Мелькали люди-кабаны – на них Маугли устроит охоту в другой раз, в компании с волчицей; пробегали люди-олени, люди-свиньи, люди-козы, люди-козлы, просто люди – очень редкие в каменной тайге; два раза Маугли чуть не натыкался на медведя-оборотня – он везде и всегда, но смело проскальзывал мимо, и медведь-оборотень с уважением ревел вслед, словно получил в подарок берлогу с мёдом.
Маугли вдыхал запах железа и крови, сшибал людей-бурундуков, не обращал внимания на бешеных лисиц в коротких красных юбках, кусал палеонтологов с глазами тетеревов, пил воду из луж и с презрением оббегал лихорадочных поэтов и больных чахоткой людей-осетров.
На шумной улице Маугли перепрыгнул автомобиль «Мерседес» представительского класса, в котором ехал озабоченный мужчина с шоу «Давай, поженимся», и мужчина страдал по убежавшей невесте, найти которую шансов не больше, чем улететь с Земли на Тунгусском метеорите.
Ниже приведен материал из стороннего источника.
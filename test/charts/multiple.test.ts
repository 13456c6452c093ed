import * as fc from 'fast-check';
import { describe, expect, test } from 'vitest';
import { bonferroni, holm } from '../../src/charts/multiple/stepDown.ts';
import { benjaminiHochberg, benjaminiYekutieli, hochberg } from '../../src/charts/multiple/stepUp.ts';
import { seededUniform } from '../../src/charts/random/uniform.ts';

const ALL = { bonferroni, holm, hochberg, benjaminiHochberg, benjaminiYekutieli };
const family = fc.array(fc.double({ min: 0, max: 1, noNaN: true }), { maxLength: 25 });

/** The procedure as its paper states it: the largest k with p(k) <= k q / m, and everything up to it. */
function rejectedByDefinition(p: readonly number[], level: number): boolean[] {
  const sorted = p.toSorted((a, b) => a - b);
  const k = sorted.findLastIndex((value, i) => value * (p.length / (i + 1)) <= level);
  return p.map((value) => k >= 0 && value <= sorted[k]!);
}

describe('adjusted p values', () => {
  test('never lie below the p value or above 1, keep the order of the p values, and do not depend on the order they come in', () => {
    fc.assert(
      fc.property(family, (p) => {
        for (const procedure of Object.values(ALL)) {
          const { adjusted } = procedure(Object.freeze(p), 0.05);
          expect(adjusted).toHaveLength(p.length);
          const turned = procedure(p.toReversed(), 0.05).adjusted.toReversed();
          for (const [i, value] of adjusted.entries()) {
            expect(value).toBeGreaterThanOrEqual(p[i]!);
            expect(value).toBeLessThanOrEqual(1);
            expect(turned[i]).toBeCloseTo(value, 12);
            for (const [j, other] of adjusted.entries()) if (p[i]! < p[j]!) expect(value).toBeLessThanOrEqual(other);
          }
        }
      }),
    );
  });

  test('a procedure that promises more rejects no more: Bonferroni, Holm, Hochberg, Benjamini-Hochberg', () => {
    fc.assert(
      fc.property(family, (p) => {
        const order = [bonferroni, holm, hochberg, benjaminiHochberg].map((procedure) => procedure(p, 0.05).adjusted);
        for (const [stricter, laxer] of [order.slice(0, 2), order.slice(1, 3), order.slice(2, 4)])
          for (const [i, value] of laxer!.entries()) expect(value).toBeLessThanOrEqual(stricter![i]! + 1e-12);
      }),
    );
  });

  test('Benjamini-Hochberg rejects what its definition rejects', () => {
    fc.assert(
      fc.property(family, fc.constantFrom(0.01, 0.05, 0.2), (p, level) => {
        expect(benjaminiHochberg(p, level).rejected).toEqual(rejectedByDefinition(p, level));
      }),
    );
  });

  test('of one test the p value stays as it is, and of none there is nothing', () => {
    for (const procedure of Object.values(ALL)) {
      expect(procedure([0.04], 0.05)).toEqual({ adjusted: [0.04], rejected: [true] });
      expect(procedure([], 0.05)).toEqual({ adjusted: [], rejected: [] });
    }
  });

  test('with 3 real findings among 12, the false part of what is found stays at 5 % of 9/12 on average', () => {
    const uniform = seededUniform(12);
    const families = 4_000;
    let sum = 0;
    for (let i = 0; i < families; i++) {
      const p = Array.from({ length: 12 }, (_, k) => (k < 3 ? uniform() ** 6 / 20 : uniform()));
      const { rejected } = benjaminiHochberg(p, 0.05);
      const found = rejected.filter(Boolean).length;
      if (found > 0) sum += rejected.slice(3).filter(Boolean).length / found;
    }
    expect(Math.abs(sum / families - 0.05 * 0.75)).toBeLessThan(4 * Math.sqrt(0.0375 / 4 / families));
  });
});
На набережной Москвы реки на Воробьевых горах Маугли почувствовал сладостную боль в груди и жжение внизу живота; он рассмеялся своим страхам и волнениям в лицо, глядел на панораму Большой каменной тайги, но видел в ней не только огни и платья ночных невест, а вглядывался в тундру, необъятную тайгу с пьяными геологами, фабрику по пошиву шуб из соболей; и в обойме красоты он нашел маленькую блестящую звезду – золотую берлогу для себя и любимой волчицы.